> [Goal of the exercise] Return every line from the one with "[], 4, plane)).toEqual(through(window))" through the one with "test('a shade that", inclusive, exactly as it appears below.

> [Record extracts]
•••

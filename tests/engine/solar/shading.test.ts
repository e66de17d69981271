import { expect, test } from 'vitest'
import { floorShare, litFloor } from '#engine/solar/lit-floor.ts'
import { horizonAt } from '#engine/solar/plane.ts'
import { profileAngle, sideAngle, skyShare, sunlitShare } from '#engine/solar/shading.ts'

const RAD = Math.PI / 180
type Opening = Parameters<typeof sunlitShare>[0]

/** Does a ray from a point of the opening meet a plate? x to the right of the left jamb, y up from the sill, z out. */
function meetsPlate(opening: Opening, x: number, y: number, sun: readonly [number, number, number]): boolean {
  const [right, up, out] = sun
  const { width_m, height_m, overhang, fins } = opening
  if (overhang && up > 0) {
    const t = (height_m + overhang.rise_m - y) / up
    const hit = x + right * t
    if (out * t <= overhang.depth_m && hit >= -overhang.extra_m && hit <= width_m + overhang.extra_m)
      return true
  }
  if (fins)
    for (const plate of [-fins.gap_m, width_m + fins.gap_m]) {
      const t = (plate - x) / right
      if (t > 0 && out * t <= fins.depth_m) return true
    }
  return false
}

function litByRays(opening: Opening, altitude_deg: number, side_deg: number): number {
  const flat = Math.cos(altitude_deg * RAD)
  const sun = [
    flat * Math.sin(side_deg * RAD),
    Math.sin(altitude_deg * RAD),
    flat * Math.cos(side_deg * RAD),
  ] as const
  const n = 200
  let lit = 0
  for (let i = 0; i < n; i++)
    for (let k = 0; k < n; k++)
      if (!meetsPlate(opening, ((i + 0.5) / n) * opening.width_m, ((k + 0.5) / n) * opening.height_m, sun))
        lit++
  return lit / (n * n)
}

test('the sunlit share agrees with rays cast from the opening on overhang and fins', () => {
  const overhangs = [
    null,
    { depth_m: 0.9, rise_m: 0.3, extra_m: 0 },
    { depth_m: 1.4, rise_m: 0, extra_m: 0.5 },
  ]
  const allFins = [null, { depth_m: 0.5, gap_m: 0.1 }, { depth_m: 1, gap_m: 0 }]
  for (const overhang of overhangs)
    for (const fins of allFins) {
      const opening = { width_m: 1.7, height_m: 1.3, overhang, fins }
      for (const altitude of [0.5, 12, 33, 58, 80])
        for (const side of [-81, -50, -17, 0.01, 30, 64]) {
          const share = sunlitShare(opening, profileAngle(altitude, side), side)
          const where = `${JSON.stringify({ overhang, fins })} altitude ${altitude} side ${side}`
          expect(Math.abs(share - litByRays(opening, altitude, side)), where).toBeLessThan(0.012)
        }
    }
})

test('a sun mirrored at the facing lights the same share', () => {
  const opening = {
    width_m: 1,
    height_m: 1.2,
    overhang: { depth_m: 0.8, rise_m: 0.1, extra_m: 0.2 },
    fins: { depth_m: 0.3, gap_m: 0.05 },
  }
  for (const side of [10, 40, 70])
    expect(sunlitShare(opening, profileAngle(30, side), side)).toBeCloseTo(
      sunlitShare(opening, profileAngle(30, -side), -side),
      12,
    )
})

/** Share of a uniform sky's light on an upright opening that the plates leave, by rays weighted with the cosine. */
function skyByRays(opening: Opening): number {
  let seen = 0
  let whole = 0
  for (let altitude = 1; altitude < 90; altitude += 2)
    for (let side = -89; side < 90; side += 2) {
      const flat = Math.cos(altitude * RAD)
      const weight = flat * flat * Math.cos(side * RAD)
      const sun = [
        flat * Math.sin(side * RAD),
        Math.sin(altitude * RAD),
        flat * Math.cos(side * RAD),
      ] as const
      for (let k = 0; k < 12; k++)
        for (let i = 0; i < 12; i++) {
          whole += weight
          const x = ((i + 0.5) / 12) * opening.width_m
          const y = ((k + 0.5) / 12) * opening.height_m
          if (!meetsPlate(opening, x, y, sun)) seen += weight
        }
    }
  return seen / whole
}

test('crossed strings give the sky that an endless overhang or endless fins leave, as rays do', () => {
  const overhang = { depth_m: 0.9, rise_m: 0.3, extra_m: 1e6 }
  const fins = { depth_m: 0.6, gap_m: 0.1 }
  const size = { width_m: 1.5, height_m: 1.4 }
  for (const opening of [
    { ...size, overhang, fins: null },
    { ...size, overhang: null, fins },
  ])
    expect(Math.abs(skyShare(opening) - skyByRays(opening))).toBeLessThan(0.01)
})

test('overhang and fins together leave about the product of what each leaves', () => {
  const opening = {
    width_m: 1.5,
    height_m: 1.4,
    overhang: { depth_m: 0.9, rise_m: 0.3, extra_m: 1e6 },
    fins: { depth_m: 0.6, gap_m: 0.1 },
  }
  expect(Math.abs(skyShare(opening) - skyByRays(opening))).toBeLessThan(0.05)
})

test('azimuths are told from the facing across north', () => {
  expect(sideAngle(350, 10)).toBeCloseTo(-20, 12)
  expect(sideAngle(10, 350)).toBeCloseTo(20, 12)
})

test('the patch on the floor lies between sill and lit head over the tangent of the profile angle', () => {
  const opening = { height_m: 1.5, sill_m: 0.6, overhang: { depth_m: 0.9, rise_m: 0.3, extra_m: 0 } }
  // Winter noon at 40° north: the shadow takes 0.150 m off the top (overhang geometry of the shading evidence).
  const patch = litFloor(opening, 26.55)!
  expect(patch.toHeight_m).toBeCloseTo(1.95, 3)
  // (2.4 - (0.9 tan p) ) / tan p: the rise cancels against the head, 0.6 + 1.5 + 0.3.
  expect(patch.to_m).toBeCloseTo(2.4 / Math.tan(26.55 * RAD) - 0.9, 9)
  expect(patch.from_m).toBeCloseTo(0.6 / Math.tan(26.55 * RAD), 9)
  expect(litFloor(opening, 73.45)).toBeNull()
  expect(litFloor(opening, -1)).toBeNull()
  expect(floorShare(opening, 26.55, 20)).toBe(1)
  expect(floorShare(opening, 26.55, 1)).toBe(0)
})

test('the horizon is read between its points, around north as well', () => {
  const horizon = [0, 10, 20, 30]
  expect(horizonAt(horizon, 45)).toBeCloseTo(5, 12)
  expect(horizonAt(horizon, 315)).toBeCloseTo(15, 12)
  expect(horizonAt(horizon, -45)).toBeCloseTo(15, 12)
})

•••

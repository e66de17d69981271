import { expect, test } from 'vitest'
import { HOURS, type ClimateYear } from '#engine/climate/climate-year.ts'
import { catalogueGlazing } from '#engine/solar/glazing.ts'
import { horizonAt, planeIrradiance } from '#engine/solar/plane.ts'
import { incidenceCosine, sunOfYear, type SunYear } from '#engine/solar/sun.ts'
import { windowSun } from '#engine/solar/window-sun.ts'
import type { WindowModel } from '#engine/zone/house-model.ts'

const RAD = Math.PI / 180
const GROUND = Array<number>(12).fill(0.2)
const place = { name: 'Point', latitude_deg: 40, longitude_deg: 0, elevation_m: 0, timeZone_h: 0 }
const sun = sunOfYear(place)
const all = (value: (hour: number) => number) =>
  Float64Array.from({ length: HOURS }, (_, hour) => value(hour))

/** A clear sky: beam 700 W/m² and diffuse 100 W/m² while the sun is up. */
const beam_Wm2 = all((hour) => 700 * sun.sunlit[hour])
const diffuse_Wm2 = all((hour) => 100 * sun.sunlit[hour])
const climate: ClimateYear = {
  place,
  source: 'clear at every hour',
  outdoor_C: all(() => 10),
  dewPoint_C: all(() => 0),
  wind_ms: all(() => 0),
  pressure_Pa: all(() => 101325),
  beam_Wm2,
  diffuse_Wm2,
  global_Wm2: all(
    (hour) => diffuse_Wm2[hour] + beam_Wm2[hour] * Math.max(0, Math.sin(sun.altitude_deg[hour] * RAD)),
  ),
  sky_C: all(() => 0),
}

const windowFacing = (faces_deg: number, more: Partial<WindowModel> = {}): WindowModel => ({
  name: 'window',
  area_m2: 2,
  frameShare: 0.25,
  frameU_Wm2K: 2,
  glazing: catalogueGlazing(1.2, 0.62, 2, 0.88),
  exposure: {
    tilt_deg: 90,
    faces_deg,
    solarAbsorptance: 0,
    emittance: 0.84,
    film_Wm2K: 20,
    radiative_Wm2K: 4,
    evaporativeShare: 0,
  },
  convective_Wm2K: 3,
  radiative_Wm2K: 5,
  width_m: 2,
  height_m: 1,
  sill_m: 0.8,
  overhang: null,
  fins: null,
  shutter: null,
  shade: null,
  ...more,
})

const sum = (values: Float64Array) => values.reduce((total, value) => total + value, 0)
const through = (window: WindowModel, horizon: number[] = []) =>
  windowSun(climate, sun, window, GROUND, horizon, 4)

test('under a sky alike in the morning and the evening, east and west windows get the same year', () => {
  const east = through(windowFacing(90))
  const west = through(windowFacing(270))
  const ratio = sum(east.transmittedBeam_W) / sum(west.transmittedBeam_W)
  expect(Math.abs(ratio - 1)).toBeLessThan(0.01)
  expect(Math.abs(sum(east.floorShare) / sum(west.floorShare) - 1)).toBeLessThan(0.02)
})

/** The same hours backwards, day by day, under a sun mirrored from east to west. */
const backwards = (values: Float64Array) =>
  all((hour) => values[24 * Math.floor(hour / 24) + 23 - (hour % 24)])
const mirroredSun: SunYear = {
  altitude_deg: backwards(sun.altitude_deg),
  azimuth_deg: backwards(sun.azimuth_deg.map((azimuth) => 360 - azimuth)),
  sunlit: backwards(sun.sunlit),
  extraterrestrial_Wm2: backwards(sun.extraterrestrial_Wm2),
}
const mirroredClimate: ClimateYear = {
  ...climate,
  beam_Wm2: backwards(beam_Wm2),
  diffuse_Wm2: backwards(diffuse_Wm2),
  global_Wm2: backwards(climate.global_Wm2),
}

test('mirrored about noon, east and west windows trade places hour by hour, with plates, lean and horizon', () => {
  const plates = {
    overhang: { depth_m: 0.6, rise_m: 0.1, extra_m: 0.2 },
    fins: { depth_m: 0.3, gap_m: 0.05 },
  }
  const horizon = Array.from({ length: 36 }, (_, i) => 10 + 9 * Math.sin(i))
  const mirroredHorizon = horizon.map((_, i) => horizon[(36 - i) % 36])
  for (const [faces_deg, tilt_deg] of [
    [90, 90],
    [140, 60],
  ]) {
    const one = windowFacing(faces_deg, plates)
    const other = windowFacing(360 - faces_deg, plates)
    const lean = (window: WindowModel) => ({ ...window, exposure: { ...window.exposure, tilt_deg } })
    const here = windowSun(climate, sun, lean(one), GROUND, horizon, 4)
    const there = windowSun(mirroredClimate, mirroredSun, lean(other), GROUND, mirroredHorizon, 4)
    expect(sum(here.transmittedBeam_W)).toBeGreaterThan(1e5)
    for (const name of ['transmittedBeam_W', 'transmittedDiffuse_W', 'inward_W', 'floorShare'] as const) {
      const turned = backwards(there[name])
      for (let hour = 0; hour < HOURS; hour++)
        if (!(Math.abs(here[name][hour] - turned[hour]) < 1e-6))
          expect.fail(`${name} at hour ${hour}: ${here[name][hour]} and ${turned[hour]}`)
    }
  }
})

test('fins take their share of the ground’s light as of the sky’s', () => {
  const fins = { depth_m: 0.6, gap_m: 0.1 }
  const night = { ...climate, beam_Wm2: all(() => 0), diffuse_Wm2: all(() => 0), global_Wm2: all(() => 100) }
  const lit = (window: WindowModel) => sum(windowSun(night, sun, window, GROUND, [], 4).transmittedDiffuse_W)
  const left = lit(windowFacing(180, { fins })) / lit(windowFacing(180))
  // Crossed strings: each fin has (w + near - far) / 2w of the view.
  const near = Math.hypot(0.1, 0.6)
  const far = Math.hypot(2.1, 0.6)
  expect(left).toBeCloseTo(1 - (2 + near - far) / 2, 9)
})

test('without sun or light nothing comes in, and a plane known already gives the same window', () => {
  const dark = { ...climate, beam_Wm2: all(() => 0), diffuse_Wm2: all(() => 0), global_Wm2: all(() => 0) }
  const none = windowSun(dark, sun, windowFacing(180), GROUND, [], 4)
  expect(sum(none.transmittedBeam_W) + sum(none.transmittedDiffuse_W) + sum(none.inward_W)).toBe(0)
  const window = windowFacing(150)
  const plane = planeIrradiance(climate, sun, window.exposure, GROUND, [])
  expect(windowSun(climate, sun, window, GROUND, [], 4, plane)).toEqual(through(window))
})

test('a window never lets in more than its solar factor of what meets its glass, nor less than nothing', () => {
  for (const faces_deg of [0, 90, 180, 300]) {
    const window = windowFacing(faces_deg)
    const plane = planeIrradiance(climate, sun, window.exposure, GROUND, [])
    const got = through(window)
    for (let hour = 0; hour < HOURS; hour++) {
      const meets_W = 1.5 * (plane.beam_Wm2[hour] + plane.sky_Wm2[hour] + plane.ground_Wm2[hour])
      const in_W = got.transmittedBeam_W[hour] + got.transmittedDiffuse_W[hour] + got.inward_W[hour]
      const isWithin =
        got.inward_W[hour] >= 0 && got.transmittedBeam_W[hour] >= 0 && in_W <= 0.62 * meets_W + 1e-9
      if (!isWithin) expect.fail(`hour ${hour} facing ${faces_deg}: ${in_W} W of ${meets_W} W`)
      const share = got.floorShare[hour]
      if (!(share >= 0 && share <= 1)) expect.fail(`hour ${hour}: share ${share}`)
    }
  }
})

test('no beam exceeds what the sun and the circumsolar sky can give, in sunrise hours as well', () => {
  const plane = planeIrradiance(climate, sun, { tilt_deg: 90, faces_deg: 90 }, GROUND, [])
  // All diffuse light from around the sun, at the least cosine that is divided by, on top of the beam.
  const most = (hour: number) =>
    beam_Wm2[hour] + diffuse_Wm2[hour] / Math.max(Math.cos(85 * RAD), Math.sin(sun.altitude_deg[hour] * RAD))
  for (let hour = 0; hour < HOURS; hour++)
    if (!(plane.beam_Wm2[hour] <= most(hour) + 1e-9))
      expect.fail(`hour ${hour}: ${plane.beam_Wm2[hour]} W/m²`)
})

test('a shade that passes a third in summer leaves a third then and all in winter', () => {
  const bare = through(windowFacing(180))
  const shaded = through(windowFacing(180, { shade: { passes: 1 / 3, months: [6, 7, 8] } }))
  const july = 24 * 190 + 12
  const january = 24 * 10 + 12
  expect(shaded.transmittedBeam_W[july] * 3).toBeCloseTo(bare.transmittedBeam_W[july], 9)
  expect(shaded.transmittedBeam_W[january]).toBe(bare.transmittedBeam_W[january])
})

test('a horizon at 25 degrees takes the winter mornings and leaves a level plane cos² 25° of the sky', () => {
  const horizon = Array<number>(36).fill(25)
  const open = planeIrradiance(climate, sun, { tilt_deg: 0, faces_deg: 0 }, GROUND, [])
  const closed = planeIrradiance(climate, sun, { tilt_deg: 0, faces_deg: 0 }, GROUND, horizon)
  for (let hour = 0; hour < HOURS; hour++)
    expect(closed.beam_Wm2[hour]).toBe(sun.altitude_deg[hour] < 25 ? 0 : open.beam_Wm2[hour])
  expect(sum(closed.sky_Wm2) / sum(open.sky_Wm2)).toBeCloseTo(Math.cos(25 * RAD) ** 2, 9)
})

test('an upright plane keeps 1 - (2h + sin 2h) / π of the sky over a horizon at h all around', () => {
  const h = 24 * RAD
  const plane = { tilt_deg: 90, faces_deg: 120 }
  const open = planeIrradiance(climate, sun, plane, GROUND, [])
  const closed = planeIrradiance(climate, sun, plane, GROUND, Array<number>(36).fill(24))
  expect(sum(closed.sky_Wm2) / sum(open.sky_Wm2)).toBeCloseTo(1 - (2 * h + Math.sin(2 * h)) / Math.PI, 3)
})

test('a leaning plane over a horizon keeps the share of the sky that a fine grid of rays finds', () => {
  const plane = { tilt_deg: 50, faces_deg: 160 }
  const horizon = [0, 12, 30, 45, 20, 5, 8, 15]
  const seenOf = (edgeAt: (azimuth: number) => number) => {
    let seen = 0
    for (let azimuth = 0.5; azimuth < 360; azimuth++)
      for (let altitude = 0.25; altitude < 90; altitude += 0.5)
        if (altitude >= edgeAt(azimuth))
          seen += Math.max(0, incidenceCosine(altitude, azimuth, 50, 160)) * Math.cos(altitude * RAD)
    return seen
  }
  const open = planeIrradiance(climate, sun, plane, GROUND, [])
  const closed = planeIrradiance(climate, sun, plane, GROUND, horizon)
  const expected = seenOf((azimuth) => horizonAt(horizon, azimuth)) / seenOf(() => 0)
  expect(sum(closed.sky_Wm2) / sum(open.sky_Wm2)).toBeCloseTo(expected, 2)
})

•••

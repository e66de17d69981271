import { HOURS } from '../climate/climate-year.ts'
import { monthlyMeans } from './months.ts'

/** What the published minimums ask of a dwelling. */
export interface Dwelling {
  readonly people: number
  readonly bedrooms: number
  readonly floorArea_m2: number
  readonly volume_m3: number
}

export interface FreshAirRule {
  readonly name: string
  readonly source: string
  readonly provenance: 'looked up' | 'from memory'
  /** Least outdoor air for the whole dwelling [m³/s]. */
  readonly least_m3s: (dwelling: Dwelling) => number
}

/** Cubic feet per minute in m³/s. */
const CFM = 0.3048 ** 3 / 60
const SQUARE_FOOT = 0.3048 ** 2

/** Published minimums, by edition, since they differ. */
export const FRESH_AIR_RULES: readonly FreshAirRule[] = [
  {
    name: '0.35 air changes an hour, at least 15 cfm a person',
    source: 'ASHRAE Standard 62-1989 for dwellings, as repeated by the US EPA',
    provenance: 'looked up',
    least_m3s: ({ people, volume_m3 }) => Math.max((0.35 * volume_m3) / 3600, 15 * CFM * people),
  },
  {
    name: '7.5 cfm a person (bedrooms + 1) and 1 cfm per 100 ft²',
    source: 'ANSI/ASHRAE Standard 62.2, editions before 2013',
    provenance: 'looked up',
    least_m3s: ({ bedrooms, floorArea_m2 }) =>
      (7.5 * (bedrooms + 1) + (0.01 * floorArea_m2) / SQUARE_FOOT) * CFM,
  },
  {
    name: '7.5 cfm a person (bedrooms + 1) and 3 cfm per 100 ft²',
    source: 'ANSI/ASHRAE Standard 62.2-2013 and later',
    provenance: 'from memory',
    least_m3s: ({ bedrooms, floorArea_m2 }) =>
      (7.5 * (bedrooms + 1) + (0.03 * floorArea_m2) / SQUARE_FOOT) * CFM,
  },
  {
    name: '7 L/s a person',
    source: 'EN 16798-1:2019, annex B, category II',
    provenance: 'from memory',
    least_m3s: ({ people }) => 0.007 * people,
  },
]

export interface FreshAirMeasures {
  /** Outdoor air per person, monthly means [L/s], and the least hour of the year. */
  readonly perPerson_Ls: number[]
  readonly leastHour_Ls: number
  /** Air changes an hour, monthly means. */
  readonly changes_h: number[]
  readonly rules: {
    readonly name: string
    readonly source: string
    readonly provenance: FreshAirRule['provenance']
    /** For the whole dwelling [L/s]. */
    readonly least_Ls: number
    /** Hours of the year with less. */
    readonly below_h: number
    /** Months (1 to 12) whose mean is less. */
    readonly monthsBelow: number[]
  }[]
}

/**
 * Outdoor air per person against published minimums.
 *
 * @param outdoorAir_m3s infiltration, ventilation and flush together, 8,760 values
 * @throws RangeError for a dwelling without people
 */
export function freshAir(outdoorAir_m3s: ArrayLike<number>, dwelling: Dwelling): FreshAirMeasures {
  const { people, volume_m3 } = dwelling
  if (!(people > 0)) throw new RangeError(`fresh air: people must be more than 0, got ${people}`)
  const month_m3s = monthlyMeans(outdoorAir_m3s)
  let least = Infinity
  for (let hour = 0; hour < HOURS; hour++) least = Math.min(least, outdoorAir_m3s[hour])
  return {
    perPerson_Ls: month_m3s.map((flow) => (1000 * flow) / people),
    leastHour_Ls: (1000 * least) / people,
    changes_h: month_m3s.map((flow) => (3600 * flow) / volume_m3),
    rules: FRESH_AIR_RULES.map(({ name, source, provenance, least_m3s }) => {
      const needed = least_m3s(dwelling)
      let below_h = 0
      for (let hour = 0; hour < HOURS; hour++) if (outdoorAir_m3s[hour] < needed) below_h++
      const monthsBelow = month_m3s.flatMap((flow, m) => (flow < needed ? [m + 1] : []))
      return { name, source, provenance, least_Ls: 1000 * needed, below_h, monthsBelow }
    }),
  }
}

•••

> [Task solution]
  expect(windowSun(climate, sun, window, GROUND, [], 4, plane)).toEqual(through(window))
})

test('a window never lets in more than its solar factor of what meets its glass, nor less than nothing', () => {
  for (const faces_deg of [0, 90, 180, 300]) {
    const window = windowFacing(faces_deg)
    const plane = planeIrradiance(climate, sun, window.exposure, GROUND, [])
    const got = through(window)
    for (let hour = 0; hour < HOURS; hour++) {
      const meets_W = 1.5 * (plane.beam_Wm2[hour] + plane.sky_Wm2[hour] + plane.ground_Wm2[hour])
      const in_W = got.transmittedBeam_W[hour] + got.transmittedDiffuse_W[hour] + got.inward_W[hour]
      const isWithin =
        got.inward_W[hour] >= 0 && got.transmittedBeam_W[hour] >= 0 && in_W <= 0.62 * meets_W + 1e-9
      if (!isWithin) expect.fail(`hour ${hour} facing ${faces_deg}: ${in_W} W of ${meets_W} W`)
      const share = got.floorShare[hour]
      if (!(share >= 0 && share <= 1)) expect.fail(`hour ${hour}: share ${share}`)
    }
  }
})

test('no beam exceeds what the sun and the circumsolar sky can give, in sunrise hours as well', () => {
  const plane = planeIrradiance(climate, sun, { tilt_deg: 90, faces_deg: 90 }, GROUND, [])
  // All diffuse light from around the sun, at the least cosine that is divided by, on top of the beam.
  const most = (hour: number) =>
    beam_Wm2[hour] + diffuse_Wm2[hour] / Math.max(Math.cos(85 * RAD), Math.sin(sun.altitude_deg[hour] * RAD))
  for (let hour = 0; hour < HOURS; hour++)
    if (!(plane.beam_Wm2[hour] <= most(hour) + 1e-9))
      expect.fail(`hour ${hour}: ${plane.beam_Wm2[hour]} W/m²`)
})

test('a shade that passes a third in summer leaves a third then and all in winter', () => {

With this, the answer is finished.